Harris was born in Anderson, Alabama, on 15 June 1909. After graduating from Columbia Military Academy, he attended and graduated from the United States Military Academy at West Point in 1931, receiving his commission in the infantry.

Early in his career he was involved in the early development of airborne units and doctrine. During World War II he was Chief of Staff of the 13th Airborne Division.

He served as Chief of Staff of the XVIII Airborne Corps, and commanded a regiment in the 40th Infantry Division during the Korean War. After the war he was Deputy Chief of Staff, Eighth United States Army.

He took command of the Berlin Brigade in 1955, and in 1956 assumed command of the 11th Airborne Division. In April 1960, Harris became Commanding General, U.S. Army Infantry Center and Commandant, U.S. Army Infantry School at Fort Benning. In 1961 he was named commander of I Corps, and the next year Commanding General, Seventh United States Army. At retirement in 1965, General Harris was Commanding General of the U.S. Continental Army Command.

Harris' awards and decorations included the Army Distinguished Service Medal, Silver Star, Legion of Merit with two oak leaf clusters, Combat Infantryman Badge, Glider Badge and Airborne Badge.

==Presidency of the Citadel==
After retiring from the army, Harris became the President of The Citadel, a position he held from 1965 to 1970. He was the third consecutive four star officer to hold that position. During his tenure, Harris "expanded its scope of reach beyond the core of cadets," to establish the "evening undergraduate program in 1966 and its first graduate degrees in 1968 under the name College of Graduate and Professional Studies known today as The Citadel graduate college." <https://www.citadel.edu/citadel-history/wp-content/uploads/sites/77/100-Years-on-the-Ashley-Audio.pdf> Harris also oversaw the enrollment of the Citadel's first African American cadet, Charles DeLesline Foster, who enrolled in 1966.

In 1980 Pat Conroy published the novel "The Lords of Discipline" with a fictional "Carolina Military Institute" mirrored after the Citadel.
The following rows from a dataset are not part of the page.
import type { DensityGrid, FlaggedPoint } from './plot-data.js';

/** Text for HTML and SVG: every catalog string goes through this before it reaches the page. */
export function esc(s: unknown): string {
  return String(s).replace(/[&<>"']/g, (c) => ({ '&': '&amp;', '<': '&lt;', '>': '&gt;', '"': '&quot;', "'": '&#39;' })[c]!);
}

/**
 * Marks for rules, chosen so every pair differs in both shape and colour and reads in grey scale
 * too. The colours are from the Okabe & Ito (2008) colour-blind-safe set, in an order of our own.
 */
const COLOURS = ['#D55E00', '#0072B2', '#009E73', '#CC79A7', '#E69F00', '#56B4E9', '#000000', '#F0E442'];
const SHAPES = ['triangle', 'square', 'diamond', 'circle', 'down', 'cross', 'plus', 'star'] as const;

export interface MarkStyle {
  colour: string;
  shape: (typeof SHAPES)[number];
}

/** Styles for the rules in order: colour and shape advance at different strides, so up to 64 rules get distinct pairs. */
export function markStyles(rules: readonly string[]): Map<string, MarkStyle> {
  return new Map(
    rules.map((r, i) => [r, { colour: COLOURS[i % COLOURS.length], shape: SHAPES[(i + 3 * Math.floor(i / SHAPES.length)) % SHAPES.length] }]),
  );
}

/** One marker as an SVG element, centred on (x, y). */
export function marker(style: MarkStyle, x: number, y: number, size: number, title?: string): string {
  const s = size;
  const f = `fill="${style.colour}" stroke="#fff" stroke-width="0.6"`;
  const t = title ? `<title>${esc(title)}</title>` : '';
  const poly = (pts: [number, number][]) => `<polygon points="${pts.map(([a, b]) => `${(x + a * s).toFixed(1)},${(y + b * s).toFixed(1)}`).join(' ')}" ${f}>${t}</polygon>`;
  switch (style.shape) {
    case 'circle':
      return `<circle cx="${x.toFixed(1)}" cy="${y.toFixed(1)}" r="${(s * 0.85).toFixed(1)}" ${f}>${t}</circle>`;
    case 'square':
      return poly([[-0.8, -0.8], [0.8, -0.8], [0.8, 0.8], [-0.8, 0.8]]);
    case 'diamond':
      return poly([[0, -1.1], [1.1, 0], [0, 1.1], [-1.1, 0]]);
    case 'triangle':
      return poly([[0, -1.1], [1, 0.8], [-1, 0.8]]);
    case 'down':
      return poly([[0, 1.1], [1, -0.8], [-1, -0.8]]);
    case 'cross':
      return poly([[-1, -0.6], [-0.6, -1], [0, -0.4], [0.6, -1], [1, -0.6], [0.4, 0], [1, 0.6], [0.6, 1], [0, 0.4], [-0.6, 1], [-1, 0.6], [-0.4, 0]]);
    case 'plus':
      return poly([[-0.35, -1], [0.35, -1], [0.35, -0.35], [1, -0.35], [1, 0.35], [0.35, 0.35], [0.35, 1], [-0.35, 1], [-0.35, 0.35], [-1, 0.35], [-1, -0.35], [-0.35, -0.35]]);
    case 'star': {
      const pts: [number, number][] = [];
      for (let k = 0; k < 10; k++) {
        const r = k % 2 === 0 ? 1.15 : 0.5;
        const a = (Math.PI / 5) * k - Math.PI / 2;
        pts.push([r * Math.cos(a), r * Math.sin(a)]);
      }
      return poly(pts);
    }
  }
}

export interface Curve {
  label: string;
  points: [number, number][];
  stroke: string;
  dash?: string;
  width?: number;
}

export interface Band {
  label: string;
  lower: [number, number][];
  upper: [number, number][];
  fill: string;
}

export interface PlotSpec {
  title: string;
  xLabel: string;
  yLabel: string;
  x: [number, number];
  y: [number, number];
  /** Larger values to the left (Teff on a Hertzsprung-Russell diagram). */
  reverseX?: boolean;
  grid: DensityGrid;
  /** Individual stars as [x, y, x, y, ...]; drawn instead of the density layer when they are all the stars. */
  points: number[];
  flagged: FlaggedPoint[];
  styles: Map<string, MarkStyle>;
  curves: Curve[];
  bands: Band[];
}

const W = 560;
const H = 430;
const M = { left: 58, right: 16, top: 30, bottom: 46 };

/** A scatter plot as inline SVG, drawn directly: no plotting library, no script, no network. */
export function svgPlot(p: PlotSpec): string {
  const pw = W - M.left - M.right;
  const ph = H - M.top - M.bottom;
  const sx = (v: number) => M.left + ((p.reverseX ? p.x[1] - v : v - p.x[0]) / (p.x[1] - p.x[0])) * pw;
  const sy = (v: number) => M.top + ((p.y[1] - v) / (p.y[1] - p.y[0])) * ph;
  const inside = (x: number, y: number) => x >= p.x[0] && x <= p.x[1] && y >= p.y[0] && y <= p.y[1];
  const out: string[] = [];
  out.push(`<svg xmlns="http://www.w3.org/2000/svg" viewBox="0 0 ${W} ${H}" width="${W}" height="${H}" role="img" aria-label="${esc(p.title)}">`);
  out.push(`<defs><clipPath id="clip-${esc(p.title.replace(/\W/g, ''))}"><rect x="${M.left}" y="${M.top}" width="${pw}" height="${ph}"/></clipPath></defs>`);
  out.push(`<rect x="${M.left}" y="${M.top}" width="${pw}" height="${ph}" fill="#fcfcfa" stroke="#888"/>`);
  // Ticks at whole dex (or tenths when the axis is short).
  const step = (a: number, b: number) => (b - a > 3 ? 1 : 0.2);
  for (let v = Math.ceil(p.x[0] / step(...p.x)) * step(...p.x); v <= p.x[1] + 1e-9; v += step(...p.x)) {
    const X = sx(v);
    out.push(`<line x1="${X.toFixed(1)}" y1="${M.top}" x2="${X.toFixed(1)}" y2="${M.top + ph}" stroke="#e6e6e0"/>`);
    out.push(`<text x="${X.toFixed(1)}" y="${M.top + ph + 15}" font-size="11" text-anchor="middle">${Number(v.toFixed(1))}</text>`);
  }
  for (let v = Math.ceil(p.y[0]); v <= p.y[1]; v += 1) {
    const Y = sy(v);
    out.push(`<line x1="${M.left}" y1="${Y.toFixed(1)}" x2="${M.left + pw}" y2="${Y.toFixed(1)}" stroke="#e6e6e0"/>`);
    out.push(`<text x="${M.left - 6}" y="${(Y + 4).toFixed(1)}" font-size="11" text-anchor="end">${v}</text>`);
  }
  out.push(`<g clip-path="url(#clip-${esc(p.title.replace(/\W/g, ''))})">`);
  for (const b of p.bands) {
    const pts = [...b.lower, ...[...b.upper].reverse()].map(([x, y]) => `${sx(x).toFixed(1)},${sy(y).toFixed(1)}`).join(' ');
    out.push(`<polygon points="${pts}" fill="${b.fill}" stroke="none"><title>${esc(b.label)}</title></polygon>`);
  }
  const allShown = p.points.length / 2 >= p.grid.total;
  if (allShown) {
    for (let k = 0; k < p.points.length; k += 2) {
      if (inside(p.points[k], p.points[k + 1])) out.push(`<circle cx="${sx(p.points[k]).toFixed(1)}" cy="${sy(p.points[k + 1]).toFixed(1)}" r="1.5" fill="#6b6b6b" fill-opacity="0.55"/>`);
    }
  } else {
    // Density layer: one cell per occupied bin, darker with the log of the count.
    const g = p.grid;
    const lmax = Math.log1p(g.max());
    const cw = (pw / g.nx) * ((g.x1 - g.x0) / (p.x[1] - p.x[0]));
    const ch = (ph / g.ny) * ((g.y1 - g.y0) / (p.y[1] - p.y[0]));
    for (let j = 0; j < g.ny; j++) {
      for (let i = 0; i < g.nx; i++) {
        const c = g.counts[j * g.nx + i];
        if (!c) continue;
        const x = g.x0 + ((i + (p.reverseX ? 1 : 0)) / g.nx) * (g.x1 - g.x0);
        const y = g.y0 + ((j + 1) / g.ny) * (g.y1 - g.y0);
        out.push(`<rect x="${sx(x).toFixed(1)}" y="${sy(y).toFixed(1)}" width="${cw.toFixed(2)}" height="${ch.toFixed(2)}" fill="#3a3a3a" fill-opacity="${(0.12 + 0.78 * (Math.log1p(c) / lmax)).toFixed(2)}"/>`);
      }
    }
  }
  for (const c of p.curves) {
    const d = c.points.filter(([x, y]) => Number.isFinite(x) && Number.isFinite(y)).map(([x, y], k) => `${k ? 'L' : 'M'}${sx(x).toFixed(1)},${sy(y).toFixed(1)}`).join('');
    out.push(`<path d="${d}" fill="none" stroke="${c.stroke}" stroke-width="${c.width ?? 1.6}"${c.dash ? ` stroke-dasharray="${c.dash}"` : ''}><title>${esc(c.label)}</title></path>`);
  }
  for (const f of p.flagged) {
    const st = p.styles.get(f.rule);
    if (st && inside(f.x, f.y)) out.push(marker(st, sx(f.x), sy(f.y), f.severity === 'error' ? 4.6 : 3.8, f.label));
  }
  out.push('</g>');
  out.push(`<text x="${M.left + pw / 2}" y="${H - 8}" font-size="12" text-anchor="middle">${esc(p.xLabel)}</text>`);
  out.push(`<text x="14" y="${M.top + ph / 2}" font-size="12" text-anchor="middle" transform="rotate(-90 14 ${M.top + ph / 2})">${esc(p.yLabel)}</text>`);
  out.push(`<text x="${M.left}" y="18" font-size="13" font-weight="bold">${esc(p.title)}</text>`);
  out.push('</svg>');
  return out.join('');
}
The novel described a Commanding General who was a highly decorated senior army officer, having served in both the Korean War and World War II, who now oversaw the integration of a lone black cadet in a deeply conservative southern military academy. Unlike Harris, the fictional general in the novel is the power behind an organization called "The Ten" who attempts to run the black cadet out of the school, nearly killing him in the process. Citadel authorities derided Conway's book, in particular his alluding to General Harris, as a fabricated and untrue story. Harris made it publicly known that he did not want "problems for the school" and that Foster was to be treated exactly the same as any other "knob" freshman. As a result, although Foster experienced frequent racial slurs and bigotry, there were no serious incidents and Foster graduated in 1970.

In the words of Maxine Hudson, one of the first women to receive a master's degree from the Citadel, Harris was a "warm" and "approachable and friendly" president who supported students in the master's program. <https://today.citadel.edu/at-91-citadels-first-woman-graduate-celebrates-50th-commencement-anniversary/> At Harris's death, the mayor of Charleston South Carolina, Joseph P. Riley Junior, stated that Harris was "instrumental in establishing new programs for recruiting cadets" and that his leadership "made an indelible imprint upon" the Citadel and the Charleston community. Riley noted Harris was "a military leader, a gifted educator and a true gentleman."

==Death==

Harris died on 3 November 1979, and was buried in Arlington National Cemetery, next to his first wife, Jane Boyd Harris (1911–1958). His second wife, Lieutenant Colonel Kathleen B. Harris, Ret. (1917–2001), was buried next to him later.